··· RECORDS FOR PROCESSING ···

/**
 * GET /api/dev/mail: the mails the local fake SMTP server caught, newest first, for the
 * /mailbox screen. Served only outside production and only while the fake is in use; 404 otherwise.
 */
import { Router } from 'express';
import type { CaughtMailDto } from '../../shared/schemas/auth';
import { notFound } from '../errors';
import type { MailService } from '../mail';
import { policy } from '../policies';

export function devMailRouter(mail: MailService): Router {
  const router = Router();
  router.get('/dev/mail', policy.public(), (_req, res, next) => {
    const fake = mail.fake;
    if (!fake) return next(notFound('No API route for GET /api/dev/mail.'));
    const items: CaughtMailDto[] = fake
      .messages()
      .reverse()
      .map((m) => ({ id: m.id, receivedAt: m.receivedAt, from: m.from, to: m.to, subject: m.subject, text: m.text, links: m.links }));
    res.json({ items });
  });
  return router;
}
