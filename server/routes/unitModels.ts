/**
 * Unit models: an indoor unit model with its nominal capacity (W) and per-model limits entered
 * from its installation manual (MODEL_LIMITS keys; each value typed with its unit, plus source).
 * GET    /jobs/:jobId/models?unitKind=     all roles
 * POST   /jobs/:jobId/models               GC manager (Idempotency-Key)
 * GET    /jobs/:jobId/models/:modelId      all roles
 * PATCH  /jobs/:jobId/models/:modelId      GC manager (If-Match); limits merge by key, null removes
 * DELETE /jobs/:jobId/models/:modelId      GC manager (If-Match); 409 while units use it
 * Reads and writes: server/services/unitModels.ts.
 */
import { Router } from 'express';
import type { z } from 'zod';
import { createModelSchema, modelListQuerySchema, modelParamsSchema, updateModelSchema } from '../../shared/schemas/setup';
import { valid, validate } from '../middleware/validate';
import { policy } from '../policies';
import { presentUnitModel } from '../presenters/unitModel';
import { idempotentWrite } from '../services/idempotency';
import { pageRequest } from '../services/paging';
import { inTransaction, setupWrite } from '../services/records';
import { changeUnitModel, createUnitModel, deleteUnitModel, findUnitModel, listUnitModels, unitModelDto } from '../services/unitModels';
import { setEtag } from '../services/versioning';

export function unitModelsRouter(): Router {
  const router = Router();

  router.get('/jobs/:jobId/models', policy.jobMember(), validate({ query: modelListQuerySchema }), async (req, res) => {
    const query = valid<z.infer<typeof modelListQuerySchema>>(req.valid.query);
    const page = pageRequest(req, { sort: 'name', value: 'text' });
    res.json(await listUnitModels(req.membership!.job.id, query.unitKind, page));
  });

  router.post('/jobs/:jobId/models', policy.jobMember(['gc_manager']), validate({ body: createModelSchema }), async (req, res) => {
    const body = valid<z.infer<typeof createModelSchema>>(req.valid.body);
    await idempotentWrite(req, res, async (transaction) => {
      const model = await createUnitModel(setupWrite(req, transaction), body);
      setEtag(res, model.version);
      return { status: 201, body: presentUnitModel(model, 0) };
    });
  });

  router.get('/jobs/:jobId/models/:modelId', policy.jobMember(), validate({ params: modelParamsSchema }), async (req, res) => {
    const { modelId } = valid<z.infer<typeof modelParamsSchema>>(req.valid.params);
    const model = await findUnitModel(req.membership!.job.id, modelId);
    setEtag(res, model.version);
    res.json(await unitModelDto(model));
  });

  router.patch(
    '/jobs/:jobId/models/:modelId',
    policy.jobMember(['gc_manager']),
    validate({ params: modelParamsSchema, body: updateModelSchema }),
    async (req, res) => {
      const { modelId } = valid<z.infer<typeof modelParamsSchema>>(req.valid.params);
      const body = valid<z.infer<typeof updateModelSchema>>(req.valid.body);
      const dto = await inTransaction(req, (transaction) => changeUnitModel(setupWrite(req, transaction), modelId, body));
      setEtag(res, dto.version);
      res.json(dto);
    },
  );

  router.delete('/jobs/:jobId/models/:modelId', policy.jobMember(['gc_manager']), validate({ params: modelParamsSchema }), async (req, res) => {
    const { modelId } = valid<z.infer<typeof modelParamsSchema>>(req.valid.params);
    await inTransaction(req, (transaction) => deleteUnitModel(setupWrite(req, transaction), modelId));
    res.status(204).end();
  });

  return router;
}
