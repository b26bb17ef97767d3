/**
 * Members of a job (invitations live in their own routes).
 * GET    /jobs/:jobId/members?role=&companyId=   all roles; e-mail addresses only for GC managers
 * PATCH  /jobs/:jobId/members/:memberId          GC manager; { role }
 * DELETE /jobs/:jobId/members/:memberId          GC manager; access ends at once (membership is read per request)
 * A job always keeps at least one GC manager (409).
 */
import { Router } from 'express';
import { Op, type Transaction } from 'sequelize';
import { memberListQuerySchema, memberParamsSchema, updateMemberSchema, type UpdateMemberInput } from '../../shared/schemas/setup';
import type { Role } from '../../shared/words';
import { conflict } from '../errors';
import { valid, validate } from '../middleware/validate';
import { Company, JobMember, User } from '../models';
import { policy } from '../policies';
import { presentMember } from '../presenters/setup';
import { pageRequest } from '../services/paging';
import { inTransaction, lockRow, lockJob } from '../services/records';

/** The person, and the company the membership is for (which may differ from the person's home company). */
const MEMBER_INCLUDE = [
  { model: User, as: 'user', required: true },
  { model: Company, as: 'company', required: true },
];

async function refuseLastManager(jobId: string, member: JobMember, transaction: Transaction, doing: string): Promise<void> {
  if (member.role !== 'gc_manager') return;
  const managers = await JobMember.count({ where: { jobId, role: 'gc_manager' }, transaction });
  if (managers <= 1) {
    throw conflict(`This is the job's only GC manager: add another GC manager before ${doing}.`, 'last_manager');
  }
}

export function membersRouter(): Router {
  const router = Router();

  router.get('/jobs/:jobId/members', policy.jobMember(), validate({ query: memberListQuerySchema }), async (req, res) => {
    const query = valid<{ role?: Role; companyId?: string; limit?: number; cursor?: string }>(req.valid.query);
    const page = pageRequest(req, { sort: 'name', value: 'text' });
    const { job, role } = req.membership!;
    const after = page.after
      ? { [Op.or]: [{ '$user.name$': { [Op.gt]: page.after.value } }, { '$user.name$': page.after.value, id: { [Op.gt]: page.after.id } }] }
      : {};
    const rows = await JobMember.findAll({
      where: {
        jobId: job.id,
        ...(query.role ? { role: query.role } : {}),
        ...(query.companyId ? { companyId: query.companyId } : {}),
        ...after,
      },
      include: MEMBER_INCLUDE,
      order: [[{ model: User, as: 'user' }, 'name', 'ASC'], ['id', 'ASC']],
      limit: page.limit + 1,
    });
    const more = rows.length > page.limit;
    const members = more ? rows.slice(0, page.limit) : rows;
    const last = members[members.length - 1];
    const showEmail = role === 'gc_manager';
    res.json({
      items: members.map((m) => presentMember(m, m.user!, showEmail)),
      nextCursor: more && last ? page.cursorAfter(last.user!.name, last.id) : null,
    });
  });

  router.patch(
    '/jobs/:jobId/members/:memberId',
    policy.jobMember(['gc_manager']),
    validate({ params: memberParamsSchema, body: updateMemberSchema }),
    async (req, res) => {
      const { memberId } = valid<{ memberId: string }>(req.valid.params);
      const body = valid<UpdateMemberInput>(req.valid.body);
      const jobId = req.membership!.job.id;
      const member = await inTransaction(req, async (transaction) => {
        await lockJob(req, jobId, transaction);
        const member = await lockRow(JobMember, { id: memberId, jobId }, transaction, 'Member not found.');
        if (body.role !== 'gc_manager') await refuseLastManager(jobId, member, transaction, 'changing this role');
        member.role = body.role;
        await member.save({ transaction });
        return JobMember.findOne({ where: { id: member.id }, include: MEMBER_INCLUDE, transaction });
      });
      res.json(presentMember(member!, member!.user!, true));
    },
  );

  router.delete(
    '/jobs/:jobId/members/:memberId',
    policy.jobMember(['gc_manager']),
    validate({ params: memberParamsSchema }),
    async (req, res) => {
      const { memberId } = valid<{ memberId: string }>(req.valid.params);
      const jobId = req.membership!.job.id;
      await inTransaction(req, async (transaction) => {
        await lockJob(req, jobId, transaction);
        const member = await lockRow(JobMember, { id: memberId, jobId }, transaction, 'Member not found.');
        await refuseLastManager(jobId, member, transaction, 'removing this one');
        await member.destroy({ transaction });
      });
      res.status(204).end();
    },
  );

  return router;
}
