/**
 * Units: indoor units known by their tag (unique within the job).
 * GET    /jobs/:jobId/units?levelId&spaceId&systemId&kind&q&limit&cursor   all roles
 * GET    /jobs/:jobId/units.csv?levelId&spaceId&systemId&kind&q            all roles; the register as CSV
 * POST   /jobs/:jobId/units                                                 GC manager (Idempotency-Key)
 * POST   /jobs/:jobId/units/import                                          GC manager; CSV (text/csv or JSON {csv, mapping, dryRun})
 * GET    /jobs/:jobId/units/:unitId                                         all roles
 * PATCH  /jobs/:jobId/units/:unitId                                         GC manager (If-Match); also pinX/pinY (plan pin)
 * DELETE /jobs/:jobId/units/:unitId                                         GC manager (If-Match)
 */
import express, { Router } from 'express';
import { Op, UniqueConstraintError, type Transaction } from 'sequelize';
import {
  createUnitSchema,
  unitImportQuerySchema,
  unitImportSchema,
  unitListQuerySchema,
  unitParamsSchema,
  updateUnitSchema,
  type CreateUnitInput,
  type UnitImportInput,
  type UpdateUnitInput,
} from '../../shared/schemas/setup';
import type { UnitKindKey } from '../../shared/words';
import { badRequest, notFound } from '../errors';
import { valid, validate, zodFieldErrors } from '../middleware/validate';
import { Unit } from '../models';
import { policy } from '../policies';
import { presentUnit } from '../presenters/setup';
import { idempotentWrite } from '../services/idempotency';
import { afterCursor, finishPage, pageRequest } from '../services/paging';
import { optionalQuantity } from '../services/quantities';
import { destroyOrConflict, inTransaction, likeContains, lockForChange } from '../services/records';
import { decodeCsv, importUnits } from '../services/unitImport';
import { csvFileName, exportLimiter } from '../services/csvSafe';
import { exportUnits } from '../services/unitExport';
import { checkUnitRefs, duplicateTag, tagTaken, UNIT_INCLUDES, UNIT_LIST_INCLUDES } from '../services/units';
import { setEtag } from '../services/versioning';

const IMPORT_BODY_LIMIT = '3mb';

/**
 * Body parsers for the import route, mounted in app.ts BEFORE the API-wide JSON parser (100 kB):
 * a schedule of 5,000 rows is larger than that. text/csv arrives as bytes (decoded strictly as UTF-8).
 */
export function unitImportBodyParsers(): Router {
  const router = Router();
  // router.use (not .post): middleware, not a route; the route itself declares its policy below.
  router.use(
    '/jobs/:jobId/units/import',
    express.json({ limit: IMPORT_BODY_LIMIT, strict: true }),
    express.raw({ type: 'text/csv', limit: IMPORT_BODY_LIMIT }),
  );
  return router;
}

async function loadUnit(jobId: string, unitId: string, transaction?: Transaction): Promise<Unit> {
  const unit = await Unit.findOne({ where: { id: unitId, jobId }, include: UNIT_INCLUDES, transaction });
  if (!unit) throw notFound('Unit not found.');
  return unit;
}

interface UnitListFilters {
  levelId?: string;
  spaceId?: string;
  systemId?: string;
  kind?: UnitKindKey;
  q?: string;
}

/** The register's filters as a where: one for the list and for units.csv. */
function unitWhere(jobId: string, query: UnitListFilters) {
  return {
    jobId,
    ...(query.levelId ? { levelId: query.levelId } : {}),
    ...(query.spaceId ? { spaceId: query.spaceId } : {}),
    ...(query.systemId ? { systemId: query.systemId } : {}),
    ...(query.kind ? { kind: query.kind } : {}),
    ...(query.q ? { tag: { [Op.iLike]: likeContains(query.q) } } : {}),
  };
}

export function unitsRouter(): Router {
  const router = Router();

  router.get('/jobs/:jobId/units', policy.jobMember(), validate({ query: unitListQuerySchema }), async (req, res) => {
    const query = valid<UnitListFilters & { limit?: number; cursor?: string }>(req.valid.query);
    const page = pageRequest(req, { sort: 'tag', value: 'text' });
    const rows = await Unit.findAll({
      where: {
        ...unitWhere(req.membership!.job.id, query),
        ...afterCursor('tag', page),
      },
      include: UNIT_LIST_INCLUDES,
      order: [['tag', 'ASC'], ['id', 'ASC']],
      limit: page.limit + 1,
      raw: true,
      nest: true,
    });
    const { rows: units, nextCursor } = finishPage(rows, page, (u) => u.tag);
    res.json({ items: units.map(presentUnit), nextCursor });
  });

  // The register's filters apply (limit and cursor are ignored: the export holds every matching unit).
  router.get('/jobs/:jobId/units.csv', policy.jobMember(), exportLimiter(), validate({ query: unitListQuerySchema }), async (req, res) => {
    const job = req.membership!.job;
    const query = valid<UnitListFilters>(req.valid.query);
    const units = await Unit.findAll({ where: unitWhere(job.id, query), include: UNIT_INCLUDES, order: [['tag', 'ASC'], ['id', 'ASC']] });
    await exportUnits(res, units, job.unitSystem, csvFileName('units', job.number));
  });

  router.post('/jobs/:jobId/units', policy.jobMember(['gc_manager']), validate({ body: createUnitSchema }), async (req, res) => {
    const body = valid<CreateUnitInput>(req.valid.body);
    const jobId = req.membership!.job.id;
    const capacity = optionalQuantity(body.capacity, 'capacity', 'capacity') ?? null;
    try {
      await idempotentWrite(req, res, async (transaction) => {
        const refs = {
          kind: body.kind,
          levelId: body.levelId,
          spaceId: body.spaceId ?? null,
          systemId: body.systemId ?? null,
          modelId: body.modelId ?? null,
        };
        await checkUnitRefs(jobId, refs, transaction);
        if (await tagTaken(jobId, body.tag, null, transaction)) throw duplicateTag(body.tag);
        const created = await Unit.create({ jobId, tag: body.tag, capacity, ...refs }, { transaction });
        const unit = await loadUnit(jobId, created.id, transaction);
        setEtag(res, unit.version);
        return { status: 201, body: presentUnit(unit) };
      });
    } catch (err) {
      if (err instanceof UniqueConstraintError) throw duplicateTag(body.tag);
      throw err;
    }
  });

  router.post('/jobs/:jobId/units/import', policy.jobMember(['gc_manager']), async (req, res) => {
    let text: string;
    let mapping: UnitImportInput['mapping'];
    let dryRun: boolean;
    if (Buffer.isBuffer(req.body)) {
      const query = unitImportQuerySchema.safeParse(req.query);
      if (!query.success) {
        const fields = zodFieldErrors(query.error, 'query');
        const first = Object.entries(fields)[0]!;
        throw badRequest(`${first[0]}: ${first[1]}`, fields);
      }
      text = decodeCsv(req.body);
      mapping = undefined;
      dryRun = query.data.dryRun ?? false;
    } else {
      const parsed = unitImportSchema.safeParse(req.body ?? {});
      if (!parsed.success) {
        const fields = zodFieldErrors(parsed.error);
        const first = Object.entries(fields)[0]!;
        throw badRequest(`${first[0]}: ${first[1]}`, fields);
      }
      text = parsed.data.csv;
      mapping = parsed.data.mapping;
      dryRun = parsed.data.dryRun ?? false;
    }
    const jobId = req.membership!.job.id;
    try {
      await idempotentWrite(req, res, async (transaction) => {
        const report = await importUnits(jobId, { text, mapping, dryRun }, transaction);
        return { status: report.committed ? 201 : 200, body: report };
      });
    } catch (err) {
      // Another import or a unit added meanwhile took one of the tags: nothing was imported.
      if (err instanceof UniqueConstraintError) {
        throw badRequest('A tag in the file was taken while importing; nothing was imported. Run the import again to see which.', {
          csv: 'Tag taken meanwhile.',
        });
      }
      throw err;
    }
  });

  router.get('/jobs/:jobId/units/:unitId', policy.jobMember(), validate({ params: unitParamsSchema }), async (req, res) => {
    const { unitId } = valid<{ unitId: string }>(req.valid.params);
    const unit = await loadUnit(req.membership!.job.id, unitId);
    setEtag(res, unit.version);
    res.json(presentUnit(unit));
  });

  router.patch(
    '/jobs/:jobId/units/:unitId',
    policy.jobMember(['gc_manager']),
    validate({ params: unitParamsSchema, body: updateUnitSchema }),
    async (req, res) => {
      const { unitId } = valid<{ unitId: string }>(req.valid.params);
      const body = valid<UpdateUnitInput>(req.valid.body);
      const jobId = req.membership!.job.id;
      const capacity = optionalQuantity(body.capacity, 'capacity', 'capacity');
      try {
        const unit = await inTransaction(req, async (transaction) => {
          const present = async (u: Unit) => presentUnit(await loadUnit(jobId, u.id, transaction));
          const unit = await lockForChange(req, Unit, { id: unitId, jobId }, transaction, 'Unit not found.', present);
          if (body.tag !== undefined && body.tag !== unit.tag) {
            if (await tagTaken(jobId, body.tag, unit.id, transaction)) throw duplicateTag(body.tag);
            unit.tag = body.tag;
          }
          if (body.kind !== undefined) unit.kind = body.kind;
          if (body.levelId !== undefined && body.levelId !== unit.levelId) {
            unit.levelId = body.levelId;
            // The pin was on the old level's plan: it means nothing on another level's.
            unit.pinX = null;
            unit.pinY = null;
          }
          if (body.pinX !== undefined && body.pinY !== undefined) {
            unit.pinX = body.pinX;
            unit.pinY = body.pinY;
          }
          if (body.spaceId !== undefined) unit.spaceId = body.spaceId;
          if (body.systemId !== undefined) unit.systemId = body.systemId;
          if (body.modelId !== undefined) unit.modelId = body.modelId;
          if (capacity !== undefined) unit.capacity = capacity;
          await checkUnitRefs(
            jobId,
            { kind: unit.kind, levelId: unit.levelId, spaceId: unit.spaceId, systemId: unit.systemId, modelId: unit.modelId },
            transaction,
          );
          unit.version += 1;
          await unit.save({ transaction });
          return loadUnit(jobId, unit.id, transaction);
        });
        setEtag(res, unit.version);
        res.json(presentUnit(unit));
      } catch (err) {
        if (err instanceof UniqueConstraintError && body.tag) throw duplicateTag(body.tag);
        throw err;
      }
    },
  );

  router.delete(
    '/jobs/:jobId/units/:unitId',
    policy.jobMember(['gc_manager']),
    validate({ params: unitParamsSchema }),
    async (req, res) => {
      const { unitId } = valid<{ unitId: string }>(req.valid.params);
      const jobId = req.membership!.job.id;
      await inTransaction(req, async (transaction) => {
        const unit = await lockForChange(req, Unit, { id: unitId, jobId }, transaction, 'Unit not found.', async (u) =>
          presentUnit(await loadUnit(jobId, u.id, transaction)),
        );
        await destroyOrConflict(unit, transaction, `Unit ${unit.tag}`);
      });
      res.status(204).end();
    },
  );

  return router;
}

···

*TASK BRIEF*
Please give the number of lines in the listing above where "items" appears, and nothing else.

*SOLVED EXERCISE*
4